* **Your task**:
Exact reproduction required: the lines below from the line with "then a rename." to the line with "another name or", both ends included, and no others.

Extracted data entries:
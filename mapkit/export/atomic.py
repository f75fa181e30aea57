"""Write outputs atomically: a temporary file beside the target, then a rename.

A crash (or a kill) while writing leaves either the previous output or none,
never a half-written file.
"""

from __future__ import annotations

import contextlib
import os
import tempfile
from pathlib import Path

from ..errors import MapkitError


def check_target(path, *, overwrite: bool) -> Path:
    """Refuse an output path that is a directory, exists (without overwrite) or can't be written."""
    path = Path(path)
    if path.is_dir():
        raise MapkitError("the output path is a directory", file=path,
                          fix="give a file name inside it")
    if path.exists() and not overwrite:
        raise MapkitError("the output file exists", file=path,
                          fix="choose another name or pass --overwrite")
    parent = path.parent if str(path.parent) else Path(".")
    if not parent.is_dir():
        raise MapkitError("the output folder does not exist", file=path,
                          fix=f"create {parent} first")
    if not os.access(parent, os.W_OK):
        raise MapkitError("the output folder is not writable", file=path,
                          fix="choose a folder you can write to")
    return path


@contextlib.contextmanager
def atomic_path(path, *, overwrite: bool = False):
    """Yield a temporary path to write; rename it onto ``path`` on success.

    Examples
    --------
    >>> import tempfile, pathlib
    >>> d = pathlib.Path(tempfile.mkdtemp())
    >>> with atomic_path(d / "out.txt") as tmp:
    ...     _ = tmp.write_text("done")
    >>> (d / "out.txt").read_text()
    'done'
    """
    path = check_target(path, overwrite=overwrite)
    fd, tmp = tempfile.mkstemp(prefix=f".{path.name}.", suffix=".part", dir=path.parent)
    os.close(fd)
    umask = os.umask(0)
    os.umask(umask)
    os.chmod(tmp, 0o666 & ~umask)  # mkstemp makes 0600; outputs get ordinary permissions
    tmp = Path(tmp)
    try:
        yield tmp
        os.replace(tmp, path)
    finally:
        if tmp.exists():
            tmp.unlink()
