"""Write results: NeXus/HDF5, TIFF with physical pixel size, figures."""

from .atomic import atomic_path
from .figures import save_image_figure, save_spectra_figure
from .nexus import write_map, write_results_file
from .tiff import write_tiff

__all__ = ["atomic_path", "write_map", "write_results_file", "write_tiff",
           "save_image_figure", "save_spectra_figure"]
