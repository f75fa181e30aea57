"""How classes and components are named and numbered in every output file and figure.

In Python a class image holds 0-based indices with -1 for masked pixels (the scikit-learn
convention, ``KMeansClasses.labels_``); every file and figure numbers classes from 1, as
the command line and the report do, with 0 for masked pixels (the convention of ImageJ
and napari label images). Components and classes identified against a reference library
carry the library name beside their number.
"""

from __future__ import annotations

import numpy as np

#: how a class image is numbered in files (TIFF, CSV, results.h5)
CLASS_NUMBERING = "class number from 1; 0 = masked"


def class_numbers(labels) -> np.ndarray:
    """0-based class indices (-1 masked) → 1-based class numbers (0 masked), int16.

    Examples
    --------
    >>> class_numbers(np.array([[0, 3], [-1, 1]])).tolist()
    [[1, 4], [0, 2]]
    """
    a = np.asarray(labels)
    return np.where(a >= 0, a + 1, 0).astype(np.int16)


def class_indices(numbers) -> np.ndarray:
    """The inverse of :func:`class_numbers`."""
    a = np.asarray(numbers)
    return np.where(a > 0, a - 1, -1).astype(np.int16)


def identified_names(result) -> dict:
    """``{"component 1": "calcite", ...}`` for the spectra a library match named."""
    return {i["spectrum"]: i["match"] for i in result.summary.get("identification", [])
            if i.get("match") not in (None, "", "unmatched")}


def display_label(label, names: dict) -> str:
    """``"component 1 (calcite)"`` where the component was identified, else the label."""
    label = str(label)
    return f"{label} ({names[label]})" if label in names else label


def class_names(result, n: int) -> list:
    """Library names of classes 1..n (empty strings where none matched)."""
    names = identified_names(result)
    return [names.get(f"class {k + 1}", "") for k in range(n)]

* **The completed task**:
"""Write outputs atomically: a temporary file beside the target, then a rename.

A crash (or a kill) while writing leaves either the previous output or none,
never a half-written file.
"""

from __future__ import annotations

import contextlib
import os
import tempfile
from pathlib import Path

from ..errors import MapkitError


def check_target(path, *, overwrite: bool) -> Path:
    """Refuse an output path that is a directory, exists (without overwrite) or can't be written."""
    path = Path(path)
    if path.is_dir():
        raise MapkitError("the output path is a directory", file=path,
                          fix="give a file name inside it")
    if path.exists() and not overwrite:
        raise MapkitError("the output file exists", file=path,
                          fix="choose another name or pass --overwrite")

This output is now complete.